The next code block shows that we select only press events and then group by ‘user_id’ and ‘root’ and count the session_hit_number. After that the results are unstacked, resulting in a table where each row represents a user (the index is ‘user_id’) and the columns are the different root locations and its values are the number of times a user clicked in that sections.

features = df[(df.event_type=='PressEvent')].groupby(['user_id','root']).session_hit_number.count()
features_unstacked = features.unstack()
features_unstacked.head()

Fill empty values

Now we do have empty values, so we fill them with 0, as empty means that the user did not click in the section.

features_unstacked = features.unstack(fill_value=0)

Describe the data set

We use describe again to get an impression of out created per-user data set.

features_unstacked.materialize().describe().head()

Looking at the mean, some sections seem to be used a lot more than others. Also the max number of clicks seems quite different per root section. This information can be used to drop some of the variables from our data set or the use scaling or outlier detection. We will plot histograms for the

Visualize the data

from matplotlib import pyplot as plt
figure, axis = plt.subplots(2, 4,figsize=(15,10))
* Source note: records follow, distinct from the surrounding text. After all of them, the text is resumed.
import { setImmediate as letOthersRun } from 'node:timers/promises';
import {
  type ColumnMap,
  createLogReader,
  type GuideLog,
  type LogReader,
} from '@stillpier/guide-log';
import type { Knex } from 'knex';
import { columnMapsFor } from '../column-maps/column-map-service';
import { readChunks } from '../imports/import-chunks';
import type { ImportModel } from '../imports/import-model';
import { unpacked } from '../imports/unpacked';
import { instantOfWallClock } from '../nights/night-date';
import { chooseMap } from './choose-map';
import { LimitedReading, type ReadingLimits } from './reading-limits';

/** Larger pieces are slower to read, and would keep the process from hearing that it should stop. */
const PIECE_BYTES = 64 * 1024;

/**
 * Reads the original of an import, plain or compressed by gzip, into frames: never more than a chunk of it in memory.
 *
 * @param onPiece Called after every piece with the share of the file that is read; throws to stop.
 * @throws {GuideLogError} When the file cannot be used as a guide log.
 * @throws {UnusableLogError} When it is more than the limits allow.
 */
export async function readOriginal(
  knex: Knex,
  row: ImportModel,
  timeZone: string,
  limits: ReadingLimits,
  onPiece: (share: number) => Promise<void>,
): Promise<GuideLog> {
  let reader: LogReader | undefined;
  let readBytes = 0;
  const counted = async function* (): AsyncGenerator<Uint8Array> {
    for await (const chunk of readChunks(knex, row)) {
      readBytes += chunk.length;
      yield chunk;
    }
  };
  const reading = new LimitedReading(limits);
  for await (const chunk of unpacked(counted())) {
    reader ??= createLogReader({
      map: await mapFor(knex, row, chunk),
      instantOfLocalTime: (seconds) =>
        instantOfWallClock(seconds * 1000, timeZone).getTime() / 1000,
    });
    for (let at = 0; at < chunk.length; at += PIECE_BYTES) {
      const piece = chunk.subarray(at, at + PIECE_BYTES);
      reading.take(piece);
      reader.push(piece);
      await letOthersRun();
      await onPiece(readBytes / row.sizeBytes);
    }
  }
  const log = (reader ?? createLogReader({})).finish();
  reading.checkLines(log.reading.lines);
  return log;
}

async function mapFor(knex: Knex, row: ImportModel, firstBytes: Uint8Array): Promise<ColumnMap> {
  const saved = await columnMapsFor(knex, row.rigId, row.uploadedBy);
  return chooseMap(firstBytes, row.map, saved);
}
for idx, name in enumerate(features_unstacked.data_columns):
df_bins = features_unstacked[name].cut(bins=5)
df_bins.value_counts().to_pandas().plot(title = name, kind='bar', ax=axis.flat[idx])
plt.tight_layout()

The histograms show that indeed the higher values seem quite anomalous for most of the root locations. This could be a reason to drop some of these observations or resort to scaling methods. For now we continue with the data set as is.

Add time feature

Now we want to add some time feature to our data set. We add the average session length per user to the data set. We can use the model hub for this. fillna is used to fill missing values.

import datetime
features_unstacked['session_duration'] = df.mh.agg.session_duration(groupby='user_id').fillna(datetime.timedelta(0))

Export to pandas for sklearn

Now that we have our data set, we can use it for machine learning, using for example sklearn. To do so we call to_pandas() to get a pandas DataFrame that can be used in sklearn.

pdf = features_unstacked.to_pandas()